[TRY IT]: Check each line of the material. Copy those containing "setSelected".

======== GIVEN INFORMATION ========

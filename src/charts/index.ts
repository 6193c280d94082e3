export { ChartWithTable, type ChartWithTableProps } from './chart-with-table';
export { DaysRuler, type DaysRulerEntry, type DaysRulerProps } from './days-ruler';
export { HatchSwatch, MiniSection, type MiniSectionProps } from './mini-section';
export { MiniRuler, type MiniRulerProps } from './mini-ruler';
export { PressureStairs, type PressureStairsProps, type StairSeries } from './pressure-stairs';
export { SectionDrawing, type SectionDrawingProps } from './section-drawing';
export { type DrawnLayer } from './section-geometry';
export { ShareBars, type ShareBarsProps, type ShareRow } from './share-bars';
export { TimeCourse, type TimeCourseProps } from './time-course';
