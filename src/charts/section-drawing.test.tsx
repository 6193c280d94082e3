import { cleanup, fireEvent, render, screen } from '@testing-library/react';
import { useState } from 'react';
import { afterEach, describe, expect, it } from 'vitest';
import { SectionDrawing } from './section-drawing';
import type { DrawnLayer } from './section-geometry';

const LAYERS: DrawnLayer[] = [
  { name: 'PET film', materialClass: 'polyester', kind: 'film', thicknessUm: 12, gaugeLabel: '12 µm' },
  {
    name: 'Metallisation',
    materialClass: 'metal',
    kind: 'coating',
    thicknessUm: 0.03,
    gaugeLabel: '0.03 µm',
  },
  { name: 'LDPE film', materialClass: 'polyolefin', kind: 'film', thicknessUm: 60, gaugeLabel: '60 µm' },
];

function Drawing() {
  const [selected, setSelected] = useState<number | undefined>(undefined);
  return (
    <SectionDrawing
      name="Section of the wall"
      sentence="PET, metal, LDPE."
      layers={LAYERS}
      selectedIndex={selected}
      onSelect={setSelected}
    />
  );
}

afterEach(cleanup);

describe('SectionDrawing', () => {
  it('is heard as one image with its sentence, and its layers as a choice', () => {
    render(<Drawing />);
    expect(screen.getByRole('img', { name: 'Section of the wall. PET, metal, LDPE.' })).toBeTruthy();
    expect(screen.getAllByRole('radio').map((radio) => radio.getAttribute('aria-label'))).toEqual([
      '1: PET film, 12 µm',
      '2: Metallisation, 0.03 µm',
      '3: LDPE film, 60 µm',
    ]);
  });

  it('is walked through with the arrow keys, one stop for Tab, no wrap at the faces', () => {
    render(<Drawing />);
    const radios = screen.getAllByRole('radio');
    const chosen = () => radios.map((radio) => radio.getAttribute('aria-checked'));
    const tabStops = () => radios.filter((radio) => radio.tabIndex === 0).length;
    expect(tabStops()).toBe(1);
    fireEvent.keyDown(screen.getByRole('radiogroup'), { key: 'ArrowRight' });
    expect(chosen()).toEqual(['false', 'true', 'false']);
    fireEvent.keyDown(screen.getByRole('radiogroup'), { key: 'End' });
    fireEvent.keyDown(screen.getByRole('radiogroup'), { key: 'ArrowRight' });
    expect(chosen()).toEqual(['false', 'false', 'true']);
    expect(document.activeElement).toBe(radios[2]);
    expect(tabStops()).toBe(1);
  });

  it('says on the drawing which layers are not to scale, and gives every gauge with its unit', () => {
    const { container } = render(<Drawing />);
    expect(container.textContent).toContain('Layers to scale, thin ones widened to be seen.');
    for (const { gaugeLabel } of LAYERS) expect(container.textContent).toContain(gaugeLabel);
  });
});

========

[EXERCISE SOLUTION]:
  const [selected, setSelected] = useState<number | undefined>(undefined);
      onSelect={setSelected}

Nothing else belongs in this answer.